The public interest should be located on the side of the right to information, beyond any harm to no matter what legal rights become legal limits. On the contrary, the damage would operate to the benefit of the limits, always taking into account that the implementation of any limit should be proportionate and justified, according to narrowly tailored criteria laid down by the Law on Transparency. Justification is also mentioned by article 5 of the Greek Constitution in relation with the limit of national security to the right of access.
5 State Secrets: The limits to the Access to Classified Information
Five limits related to State secrets are explicitly mentioned in the recently enacted Law 19/2013, in line with the current Official Secrets Law (1968) and the failed Drafts for a contemporary Law on State Secrets (1996, 1997), here considered as preparatory documents that could inspire, in the near future, a new Spanish Official Secrets Law:
National security and defence. They are the first and second limits specified in the Law on Transparency, and also mentioned in the Draft of the Law on State Secrets, 1997, as security and defence of the State. They are considered vague legal concepts, bearer of a kind of nature that would recommend secrecy for the materials referred to.
Secrecy here clearly turns out to be a tool protecting a major good and it is not an end in itself. This was precisely the approach by Judge Stewart, who stated: "...I should suppose that moral, political, and practical considerations would dictate that a very first principle of wisdom would be an insistence upon avoiding secrecy for its own sake ... .". [23]
Those vague legal concepts are present too in the 1996 Draft on State Secrets Law, in the categories of military defence and others, relating to security and defence, an expression wide enough to be inappropriate, to say the least, in a democratic régime, for a law that restricts rights. The current Official Secrets Law invokes security and defence of the State as legal values, also, whose harm or risk of being harmed should be prevented from happening thanks to the classification, without specifying whether the damage must be serious or minor and whether the risk should be imminent, probable or even remote.
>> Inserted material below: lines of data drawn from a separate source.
/** Build the globals one study run shares across its blocks. */
export function createBlockApi(
  inputData: readonly InputData[],
  recorder: Recorder,
  solverModule: Record<string, unknown>,
  chartModule: Record<string, unknown>,
) {
  // Keyed by look-alike form: "Vr" and a full-width "Ｖr" are one name to a reader.
  const resultNames = new Map<string, string>();
  const criterionNames = new Map<string, string>();
  let writtenCharacters = 0;
  const emit = (record: BlockRecord) => {
    // Everything a study writes counts against one allowance, so that no loop can make the report grow without end.
    writtenCharacters += JSON.stringify(record).length;
    if (writtenCharacters > OUTPUT_LIMITS.studyOutputBytes) {
      throw new BlockApiError(
        'block-output-limit',
        `the study has written more than ${OUTPUT_LIMITS.studyOutputBytes / 1024 / 1024} MB of output in all (results, tables, charts, printed text, and every solver call, which the calculation log records in full), which is all a report holds`,
        'print less (console.log inside a loop adds up), summarise long series in a table or a chart, or call the solver fewer times (each call inside a long loop is logged whole)',
      );
    }
    const position = recorder.callerPosition();
    recorder.record(position ? { ...record, position } : record);
  };

  const inputs: Record<string, InputValue> = Object.create(null);
  for (const data of inputData) inputs[data.name] = new InputValue(data);
  Object.freeze(inputs);

  function result(name: string, value: ScalarValue | Figure, options: ResultOptions = {}): Figure {
    requireName('result', name);
    const earlier = resultNames.get(nameKey(name));
    if (earlier !== undefined) {
      throw new BlockApiError(
        'block-result-duplicate',
        earlier === name ? `result "${name}" is recorded twice` : `result "${name}" looks like the result "${earlier}" recorded before`,
        'every named result is a figure a checker verifies: give each its own name',
      );
    }
    const scalar = scalarOf('result', name, value);
    const unit = requireUnit('result', name, options.unit ?? (value instanceof Figure ? value.unit : undefined));
    const digits = requireDigits('result', name, options.digits ?? (value instanceof Figure ? value.digits : undefined));
    if (options.tolerance !== undefined && !(typeof options.tolerance === 'number' && options.tolerance > 0 && options.tolerance < 1)) {
      throw new BlockApiError(
        'block-tolerance',
        `result "${name}": tolerance = ${describe(options.tolerance)} is outside the allowed range (0, 1)`,
        'tolerance is the relative difference a checker accepts, e.g. 1e-6',
      );
    }
    resultNames.set(nameKey(name), name);
    emit({
      kind: 'result',
      name,
      value: scalar,
      unit,
      digits,
      ...(options.note ? { note: checkedText('result', `"${name}": the note`, String(options.note), 'text') } : {}),
      ...(options.tolerance !== undefined ? { tolerance: options.tolerance } : {}),
    });
    return new Figure(scalar, unit, digits);
  }

  function criterion(name: string, value: number | Figure, limits: CriterionLimits): boolean {
    requireName('criterion', name);
    const earlier = criterionNames.get(nameKey(name));
    if (earlier !== undefined) {
      throw new BlockApiError(
        'block-criterion-duplicate',
        earlier === name ? `criterion "${name}" is checked twice` : `criterion "${name}" looks like the criterion "${earlier}" checked before`,
        'give each criterion its own name',
      );
    }
    const number = requireFinite('criterion', name, 'the value', value);
    if (!limits || (limits.min === undefined && limits.max === undefined)) {
      throw new BlockApiError(
        'block-criterion-limits',
        `criterion "${name}" has neither min nor max`,
        'write e.g. criterion("Receiving-end voltage", v, { min: 0.95, max: 1.05, unit: "pu" })',
      );
    }
    const min = limits.min === undefined ? undefined : requireFinite('criterion', name, 'min', limits.min);
    const max = limits.max === undefined ? undefined : requireFinite('criterion', name, 'max', limits.max);
    if (min !== undefined && max !== undefined && min > max)
      throw new BlockApiError('block-criterion-limits', `criterion "${name}": min ${min} is above max ${max}`, 'swap min and max');
    const unit = requireUnit('criterion', name, limits.unit ?? (value instanceof Figure ? value.unit : undefined));
    const digits = requireDigits('criterion', name, limits.digits ?? (value instanceof Figure ? value.digits : undefined));
    const passed = (min === undefined || number >= min) && (max === undefined || number <= max);
    criterionNames.set(nameKey(name), name);
    emit({
      kind: 'criterion',
      name,
      value: number,
      unit,
      digits,
      ...(min !== undefined ? { min } : {}),
      ...(max !== undefined ? { max } : {}),
      passed,
      ...(limits.note ? { note: checkedText('criterion', `"${name}": the note`, String(limits.note), 'text') } : {}),
      ...(limits.measures ? { measures: checkedText('criterion', `"${name}": what it measures`, String(limits.measures), 'text') } : {}),
      ...(limits.basis ? { basis: checkedText('criterion', `"${name}": its basis`, String(limits.basis), 'text') } : {}),
    });
    return passed;
  }

  function caution(text: string): void {
    if (typeof text !== 'string' || text.trim() === '')
      throw new BlockApiError(
        'block-caution-text',
        'caution() needs the text of the caution',
        'write e.g. caution("Energise the reactor before the line ...")',
      );
    emit({ kind: 'caution', text: checkedText('caution', 'the text', text.trim(), 'text') });
  }

  function table(rows: readonly (Record<string, unknown> | readonly unknown[])[], options: TableOptions = {}): void {
    if (!Array.isArray(rows))
      throw new BlockApiError('block-table-rows', 'table() needs an array of rows', 'pass e.g. [{ caseName: "light load", vrPu: 1.02 }]');
    const columnOptions: TableColumnOption[] =
      options.columns ?? (rows.length > 0 && !Array.isArray(rows[0]) ? Object.keys(rows[0] as object).map((key) => ({ key })) : []);
    const caption = options.caption === undefined ? undefined : checkedText('table', 'the caption', String(options.caption), 'caption');
    if (rows.length * columnOptions.length > OUTPUT_LIMITS.tableCells) {
      throw new BlockApiError(
        'block-output-limit',
        `table${caption ? ` "${caption.slice(0, 80)}"` : ''}: ${formatCount(rows.length)} rows of ${columnOptions.length} columns are ${formatCount(rows.length * columnOptions.length)} cells; a report table holds at most ${formatCount(OUTPUT_LIMITS.tableCells)}`,
        'show fewer rows (every tenth point, or the ends and extremes), or draw the series as a chart',
      );
    }
    const columns: TableColumn[] = columnOptions.map((column, index) => {
      const label = checkedText('table column', 'the label', String(column.label ?? column.key ?? `column ${index + 1}`), 'name');
      return {
        key: String(column.key ?? index),
        label,
        unit: requireUnit('table column', label, column.unit),
        digits: requireDigits('table column', label, column.digits),
      };
    });
    const body: ScalarValue[][] = rows.map((row, rowIndex) =>
      columns.map((column, columnIndex) => {
        const cell = Array.isArray(row) ? row[columnIndex] : (row as Record<string, unknown>)[column.key];
        return scalarOf('table', `${caption ?? 'table'}, row ${rowIndex + 1}, column "${column.label}"`, cell);
      }),
    );
    emit({ kind: 'table', ...(caption ? { caption } : {}), columns, rows: body });
  }

  /** The cases of solveCorridorCases as one numbered table; a case without a solution keeps its row, and its reason is printed beneath. */
  function caseTable(cases: CorridorCaseTable, options: CaseTableOptions = {}): void {
    if (!cases || typeof cases !== 'object' || !Array.isArray((cases as { cases?: unknown }).cases)) {
      throw new BlockApiError(
        'block-case-table',
        'caseTable() needs the result of solver.solveCorridorCases',
        'pass e.g. caseTable(solver.solveCorridorCases({ corridor, cases }))',
      );
    }
    const layout = options.layout ?? 'cases-as-rows';
    if (layout !== 'cases-as-rows' && layout !== 'buses-as-rows') {
      throw new BlockApiError(
        'block-case-table',
        `caseTable() layout "${String(layout)}" is not one of "cases-as-rows", "buses-as-rows"`,
        'leave it out for cases as rows',
      );
    }
    const content = caseTableContent(cases, layout);
    table(content.rows, { ...(options.caption === undefined ? {} : { caption: options.caption }), columns: content.columns });
    for (const note of [...unsolvedNotes(cases), ...content.notes]) emit({ kind: 'text', text: note });
  }

  function chart(spec: object, options: ChartOptions): void {
    if (!options || typeof options.caption !== 'string' || options.caption.trim() === '') {
      throw new BlockApiError(
        'block-chart-caption',
        'chart() needs { caption: "..." }: every figure in a report has a caption',
        'write e.g. chart(spec, { caption: "Receiving-end voltage along the line" })',
      );
    }
    const caption = checkedText('chart', 'the caption', options.caption.trim(), 'caption');
    let plain: unknown;
    try {
      const json = JSON.stringify(spec);
      if (json.length > OUTPUT_LIMITS.chartSpecCharacters) {
        throw new BlockApiError(
          'block-output-limit',
          `chart "${caption.slice(0, 80)}": the specification is ${formatCount(json.length)} characters of JSON; a chart may have at most ${formatCount(OUTPUT_LIMITS.chartSpecCharacters)}`,
          'draw fewer points: a line of a few hundred points looks the same on paper',
        );
      }
      plain = JSON.parse(json);
    } catch (error) {
      if (error instanceof BlockApiError) throw error;
      throw new BlockApiError(
        'block-chart-spec',
        `chart "${caption}": the specification is not plain data (${(error as Error).message})`,
        'a Vega-Lite specification is JSON: numbers, text, arrays and objects',
      );
    }
    if (typeof plain !== 'object' || plain === null)
      throw new BlockApiError('block-chart-spec', `chart "${caption}": the specification must be an object`, 'pass a Vega-Lite specification object');
    emit({ kind: 'chart', caption, spec: plain });
  }

  function figure(value: ScalarValue, unit = '', digits?: number): Figure {
    const scalar = scalarOf('figure', String(unit), value);
    return new Figure(scalar, requireUnit('figure', String(value), unit), requireDigits('figure', String(value), digits));
  }

  const logged = (functionName: string, what: string, value: unknown) => {
    try {
      return recordedValue(value);
    } catch (error) {
      if (!(error instanceof UnloggableValue)) throw error;
      throw new BlockApiError(
        'block-output-limit',
        `solver.${functionName}: the calculation log records every value in full, and ${what} cannot be recorded: ${error.message}`,
        'pass the solver plain data: numbers, texts, arrays and objects that do not refer to themselves',
      );
    }
  };
  const solver = wrapSolver(solverModule, (functionName, args, returned) =>
    emit({
      kind: 'solver-call',
      functionName,
      argumentsSummary: logged(functionName, 'its arguments', args),
      returnedSummary: logged(functionName, 'its result', returned),
    }),
  );

  const console = {
    log: (...parts: unknown[]) => emit({ kind: 'text', text: checkedText('console.log', 'the printed line', parts.map(String).join(' '), 'text') }),
  };

  // The classes of what the API returns and throws: their prototypes are reachable from every instance.
  freezeDeep([Figure, InputValue, BlockApiError]);
  // Deeply: the functions with their own properties, the namespaces, the inputs.
  return freezeDeep({ inputs, result, criterion, caution, table, caseTable, chart, figure, solver, charts: { ...chartModule }, console });
}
The approach of the Spanish Official Secrets Law differs, in that sense, from the American or the Italian one, as we will see immediately, but it is in line with the enacted laws of most European Union countries. Unlike the 1997 Draft, it does not focus on serious risks derivable from the improper dissemination of classified information. Plain risk would be considered an adequate reason for classifying information.
Contrary to this, as anticipated, in the case of Italy, for instance, the regulations of 2001 on access to documents impose the withdrawal of the document if specific, identified damage to national security and defence can happen. And in the case of the United States of America, in the same decision above mentioned, judge Stewart added "… the Executive's right about some of the documents concerned... (it cannot be said) the declassification of all result in direct damage, immediate and irreparable harm to the nation or its people... " and so "... I am convinced that the Executive is correct with respect to some of the documents involved. But I cannot say that disclosure of any of them will surely result in direct, immediate, and irreparable damage to our Nation or its people... ". [24]
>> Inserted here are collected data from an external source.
/** Angle by which Vs must lead Vr to deliver a receiving-end power; beyond the steady-state limit in either direction it throws transfer-limit-exceeded. */
export function angleForTransfer(options: { network: TwoPort; sendingVoltageKv: number; receivingVoltageKv: number; receivingPMw: number }): {
  angleDeg: number;
  steadyStateLimitMw: number;
  marginPercent: number;
} {
  const hint = 'Pass { network, sendingVoltageKv, receivingVoltageKv, receivingPMw }.';
  const { record, network, abcd, sendingVoltageKv, receivingVoltageKv } = readTwoEndOptions(options, hint);
  const receivingPMw = requireNumber('receivingPMw', record.receivingPMw, { min: -1e5, max: 1e5, unit: 'MW' }, hint);
  requireSeriesPath(abcd, network);
  const limitAngle = steadyStateLimitAngleRad(abcd);
  const limitMw = receivingPowerAtAngleMw(abcd, sendingVoltageKv, receivingVoltageKv, limitAngle);
  // The stable side runs from delta = beta - pi (largest reverse flow) to delta = beta (largest forward flow).
  const minimumMw = receivingPowerAtAngleMw(abcd, sendingVoltageKv, receivingVoltageKv, limitAngle - Math.PI);
  if (receivingPMw > limitMw || receivingPMw < minimumMw) {
    throw new SolverDomainError({
      code: 'transfer-limit-exceeded',
      quantity: 'receivingPMw',
      value: receivingPMw,
      allowedRange: `[${forMessage(minimumMw)}, ${forMessage(limitMw)}] MW (steady-state limits in both directions at ${sendingVoltageKv} kV / ${receivingVoltageKv} kV)`,
      hint:
        receivingPMw > limitMw
          ? 'The transfer exceeds the steady-state limit of this network; add series compensation, raise the voltages or add a parallel path.'
          : 'No angle delivers this reverse (negative) transfer: it lies below the steady-state limit in the reverse direction.',
    });
  }
  const angleRad = stableAngleForPowerRad(abcd, sendingVoltageKv, receivingVoltageKv, receivingPMw);
  return assertFiniteResult('angleForTransfer', {
    angleDeg: radToDeg(angleRad),
    steadyStateLimitMw: limitMw,
    marginPercent: ((limitMw - receivingPMw) / limitMw) * 100,
  });
}

/** Minimum of a function with one minimum on [low, high], by golden-section search. */
export function goldenSectionMinimum(fn: (value: number) => number, low: number, high: number): number {
  const ratio = (Math.sqrt(5) - 1) / 2;
  let lower = low;
  let upper = high;
  for (let iteration = 0; iteration < 100 && upper - lower > 1e-12 * Math.max(1, Math.abs(upper)); iteration += 1) {
    const left = upper - ratio * (upper - lower);
    const right = lower + ratio * (upper - lower);
    if (fn(left) < fn(right)) upper = right;
    else lower = left;
  }
  return (lower + upper) / 2;
}

export interface PowerCircle {
  centreMw: number;
  centreMvar: number;
  radiusMva: number;
  /** Largest active power on the circle: the steady-state limit at this end. */
  maximumPMw: number;
}

/**
 * Receiving-end and sending-end power circles for fixed end voltages: S_r = Vs Vr e^(-j delta) / B* - A* Vr^2 / B* and
 * S_s = D* Vs^2 / B* - Vs Vr e^(j delta) / B* (three-phase, Q > 0 delivered to the receiving bus / drawn from the sending bus).
 */
export function powerCircles(options: { network: TwoPort; sendingVoltageKv: number; receivingVoltageKv: number }): {
  networkLabel: string;
  lineModels: string[];
  sendingVoltageKv: number;
  receivingVoltageKv: number;
  receivingEnd: PowerCircle;
  sendingEnd: PowerCircle;
} {
  const hint = 'Pass { network, sendingVoltageKv, receivingVoltageKv }.';
  const { network, abcd, sendingVoltageKv, receivingVoltageKv } = readTwoEndOptions(options, hint);
  requireSeriesPath(abcd, network);
  const sendingV = kvToV(sendingVoltageKv);
  const receivingV = kvToV(receivingVoltageKv);
  const bConjugate = abcd.B.conjugate();
  const radiusMva = vaToMva((sendingV * receivingV) / abcd.B.abs());
  const receivingCentre = abcd.A.conjugate()
    .mul(-receivingV * receivingV)
    .div(bConjugate)
    .div(1e6);
  const sendingCentre = abcd.D.conjugate()
    .mul(sendingV * sendingV)
    .div(bConjugate)
    .div(1e6);
  const circle = (centre: Complex) => ({ centreMw: centre.re, centreMvar: centre.im, radiusMva, maximumPMw: centre.re + radiusMva });
  return assertFiniteResult('powerCircles', {
    networkLabel: labelOf(network),
    lineModels: lineModelsOf(network),
    sendingVoltageKv,
    receivingVoltageKv,
    receivingEnd: circle(receivingCentre),
    sendingEnd: circle(sendingCentre),
  });
}

export interface QvCurve {
  networkLabel: string;
  lineModels: string[];
  sendingVoltageKv: number;
  pMw: number;
  qMvar: number;
  /** Bus voltages where the network can carry the load's active power, ascending. */
  voltageKv: number[];
  /** Reactive power a source at the receiving bus must supply to hold each voltage (positive capacitive, negative inductive). */
  supportMvar: number[];
  /** Bottom of the curve: the critical voltage and the support there. */
  minimum: { voltageKv: number; supportMvar: number };
  /** Reactive margin: -minimum.supportMvar; positive when the bus can take that much more reactive load before collapse. */
  reactiveMarginMvar: number;
}
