// Shortening solver arguments and results for the calculation log: long arrays become their size, ends and range.

import { markInvisible } from '../execute/outputText.ts';

const KEEP_ITEMS = 3;
const MAX_DEPTH = 6;
/** A label in the log is read, not searched: longer texts are cut. */
const MAX_TEXT = 200;

export function summarise(value: unknown, depth = 0): unknown {
  if (value === null || typeof value === 'boolean') return value;
  // The log shows what was passed; invisible characters are written out so that two labels cannot look alike.
  if (typeof value === 'string') return markInvisible(value.length > MAX_TEXT ? `${value.slice(0, MAX_TEXT)}…` : value);
  // Never the text "NaN" in a report: the log says what kind of number it was.
  if (typeof value === 'number') return Number.isFinite(value) ? value : 'not a finite number';
  if (typeof value === 'bigint') return value.toString();
  if (typeof value === 'function' || typeof value === 'symbol' || value === undefined) return undefined;
  if (depth >= MAX_DEPTH) return '…';
  if (Array.isArray(value) || ArrayBuffer.isView(value)) {
    const items = Array.from(value as ArrayLike<unknown>);
    if (items.length <= KEEP_ITEMS * 2 + 1) return items.map((item) => summarise(item, depth + 1));
    return {
      items: items.length,
      first: items.slice(0, KEEP_ITEMS).map((item) => summarise(item, depth + 1)),
      last: items.slice(-KEEP_ITEMS).map((item) => summarise(item, depth + 1)),
    };
  }
  const out: Record<string, unknown> = {};
  for (const key of Object.keys(value as object)) {
    const summary = summarise((value as Record<string, unknown>)[key], depth + 1);
    if (summary !== undefined) out[key] = summary;
  }
  return out;
}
As a matter of fact, it could be said that admitting a possible risk could justify a kind of preventive, general and extensive classification would be contrary to the doctrine expounded in such case-law accepted by constitutionalist scholars worldwide. The underlying justification of this reasoning is the guarantee of the individual freedoms and rights of the people and of the nation as a whole, basically against unfair or wrong governments.
In the same line, on 15 October 2010, the Spanish Cabinet approved an Agreement on Policy for Information Security in which certain matters were classified according to the Official Secrets Law. In this Agreement the seriousness of a risk or damage was claimed as a reason for denial of access. This is why this scholar disagrees, in part, with Niño and Sanz, who stated that the 2010 Agreement is to enlarge the content of the OSL contra legem and significantly, because it extends the protected limits.
It is true that while in the OSL State security and fundamental interests of the nation are understood only in terms of national defence, foreign peace or constitutional order, in the 2010 Agreement, the security and defence of Spain would be extended to the security and defence of its allies or friends, and to political, social, economic and commercial interests and diplomatic relations with third countries.
Nevertheless, there seems to be a relevant nuance: the 2010 Agreement referred to damage or serious risk. In contrast, the Spanish OSL refers to harm or risk. Obviously, the severity of the risk requirement could significantly reduce the amount of information to be classified, although it could clearly broaden the discretion of the authority that classifies. Thus seen, that approach would partially meet the American judges' requirement that the risk be direct, immediate and irreparable, something that would have to be tested. In this regard, for instance, Justice Brennan required of the United States of America's government proof of imminent irreparable harm. [25]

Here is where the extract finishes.